Par une requête et un mémoire, enregistrés le 4 septembre 2024 et le 12 mars 2025, la SAS Cuenod, représentée par Fidal Avocats, agissant par Me Bonneaud, demande à la cour :

1°) d'annuler ou de réformer ce jugement ;

2°) de prononcer la décharge de cette imposition ;

3°) de mettre à la charge de l'Etat une somme de 5 000 euros au titre de l'article L. 761-1 du code de justice administrative.


Elle soutient que :

- l'administration ne rapporte pas la preuve que la fermeture du site d'Annemasse n'a pas été réalisée dans son intérêt et a entraîné un transfert de bénéfices et un acte anormal de gestion au profit de la SAS Ariston Thermo Spa, notamment en l'absence de transfert de risques ou d'actifs, ainsi que l'a jugé le tribunal administratif de Montreuil dans un jugement du 19 décembre 2024 portant sur l'impôt sur les sociétés, la contribution exceptionnelle à l'impôt sur les sociétés et de contributions sociales mises à la charge de cette société, ce que prive de base légale la retenue à la source en litige ;
- elle a bénéficié de contreparties à la restructuration qui compensent largement les coûts supportés et elle ne disposait d'aucune autre option économiquement réaliste et plus avantageuse que la restructuration pour rétablir sa situation financière compromise ;
- l'avis de la commission nationale des impôts directs et des taxes sur le chiffre d'affaires du 18 septembre 2017 et l'opinion exprimée par un membre du Conseil d'Etat au cours d'une conférence qui s'est tenue le 26 juin 2018 confortent cette analyse ;
- en l'absence de revenus distribués, aucune retenue à la source ne pouvait être mise à sa charge.

Par des mémoires, enregistrés le 30 décembre 2024 et le 9 avril 2025, la ministre de l'action et des comptes publics conclut au rejet de la requête.

Elle soutient que les moyens de la requête ne sont pas fondés.

Par une ordonnance du 10 avril 2025, la clôture de l'instruction a été reportée et fixée en dernier lieu le 18 avril 2025.

Vu les autres pièces du dossier ;

Vu :
- le code général des impôts et le livre des procédures fiscales ;
- le code de justice administrative ;

Les parties ont été régulièrement averties du jour de l'audience.

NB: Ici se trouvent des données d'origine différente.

#include "base/errors.h"

namespace backcomb
{
  InputError::InputError(const std::string &entry,
                         const std::string &value,
                         const std::string &reason)
    : std::runtime_error(entry + " = " + value + ": " + reason)
    , entry_(entry)
    , value_(value)
    , reason_(reason)
  {}

  InputError::InputError(const std::string &message)
    : std::runtime_error(message)
    , reason_(message)
  {}
} // namespace backcomb
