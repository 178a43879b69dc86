// Writing result files: every file goes to a temporary name in the target
// folder and is renamed into place, so a reader (or a killed run) sees
// either the previous complete file or the new complete file.
#pragma once

#include "base/errors.h"

#include <string>

namespace backcomb
{
  // Creates `folder` (and parents) or throws OutputError naming it.
  void make_folder(const std::string &folder);

  // Writes `text` to `path` atomically; OutputError on failure.
  void write_file_atomically(const std::string &path, const std::string &text);
} // namespace backcomb
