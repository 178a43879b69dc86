#include "base/files.h"

#include <cerrno>
#include <cstdio>
#include <cstring>
#include <filesystem>
#include <fstream>
#include <system_error>
#include <unistd.h>

namespace backcomb
{
  void
  make_folder(const std::string &folder)
  {
    std::error_code ec;
    std::filesystem::create_directories(folder, ec);
    if (ec || !std::filesystem::is_directory(folder))
      throw OutputError("cannot create the output folder '" + folder + "': " +
                        (ec ? ec.message() : "not a folder"));
  }

  void
  write_file_atomically(const std::string &path, const std::string &text)
  {
    // Host name and process id keep two processes that write the same file
    // at once (array tasks writing a sweep plan, possibly on different
    // nodes of a shared file system) from sharing a temporary file.
    char host[64] = "";
    ::gethostname(host, sizeof host - 1);
    const std::string tmp = path + ".tmp." + host + "." + std::to_string(::getpid());
    {
      errno = 0;
      std::ofstream f(tmp, std::ios::binary | std::ios::trunc);
      if (!f)
        throw OutputError("cannot write '" + path + "' (opening '" + tmp + "' failed" +
                          (errno ? std::string(": ") + std::strerror(errno) : std::string()) + ")");
      f << text;
      f.flush();
      // close() reports what a network file system only finds out then.
      if (f)
        f.close();
      if (!f)
        {
          const int error = errno;
          f.close();
          std::remove(tmp.c_str());
          throw OutputError("cannot write '" + path + "' (" +
                            (error ? std::string(std::strerror(error)) : std::string("disk full or I/O error")) +
                            "); the previous version, if any, is unchanged");
        }
    }
    std::error_code ec;
    std::filesystem::rename(tmp, path, ec);
    if (ec)
      {
        std::remove(tmp.c_str());
        throw OutputError("cannot rename '" + tmp + "' to '" + path + "': " + ec.message());
      }
  }
} // namespace backcomb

Ont été entendu au cours de l'audience publique :

- le rapport de M. Haïli, président-assesseur,
- les conclusions de M. Chassagne, rapporteur public,
- et les observations de Me Bonneaud pour la société requérante.



Considérant ce qui suit :

1. La SAS Cuenod, membre d'un groupe fiscalement intégré dont la société mère était la SAS Ariston Thermo France, anciennement SAS Chaffoteau, elle-même détenue à 99 % par la société de droit italien Ariston Thermo Spa, qui avait pour activité la conception, la fabrication et la commercialisation de brûleurs au fioul et au gaz et possédait à Annemasse (Haute-Savoie) un site industriel de production de brûleurs commercialisés sous la marque Cuenod, a fait l'objet d'une vérification de comptabilité portant sur la période du 1er janvier 2011 au 31 décembre 2012. A l'issue de ce contrôle, l'administration a estimé qu'en supportant l'intégralité du coût de la fermeture du site d'Annemasse, d'un montant total de 4 385 604 euros, décidée en 2009 dans le cadre d'une restructuration de la business unit " brûleurs " du groupe sans refacturer ces coûts, la société SAS Cuenod avait consenti à la société italienne tête de groupe ainsi qu'à ses filiales étrangères concernées par la restructuration un avantage sans contrepartie constitutif, à la fois, d'un transfert indirect de bénéfices à l'étranger au sens de l'article 57 du code général des impôts et d'un acte anormal de gestion. En conséquence de cette analyse, l'administration a réintégré dans les résultats imposables de la SAS Cuenod le montant des charges de fermeture du site d'Annemasse comptabilisées au titre des exercices clos en 2011 et 2012. Regardant l'avantage consenti par la SAS Cuenod à la société Ariston Thermo Spa et à deux de ses filiales comme un revenu distribué, l'administration a soumis les revenus distribués en 2012 à la retenue à la source prévue au 2 de l'article 119 bis du code général des impôts. Par la présente requête, la SAS Cuenod relève appel du jugement du 5 juillet 2024 par lequel le tribunal administratif de Grenoble a rejeté sa demande de décharge de la retenue à la source à laquelle elle a été assujettie au titre de l'année 2012, des intérêts de retard correspondants et de la majoration de 10 % pour défaut de déclaration appliquée sur le fondement de l'article 1728-1 du code général des impôts.

Sur le bien-fondé de l'imposition :

2. Aux termes de l'article 119 bis de ce code, dans sa rédaction alors applicable : " (...) 2. Les produits visés aux articles 108 à 117 bis donnent lieu à l'application d'une retenue à la source dont le taux est fixé par l'article 187 lorsqu'ils bénéficient à des personnes qui n'ont pas leur domicile fiscal ou leur siège en France. (...) ".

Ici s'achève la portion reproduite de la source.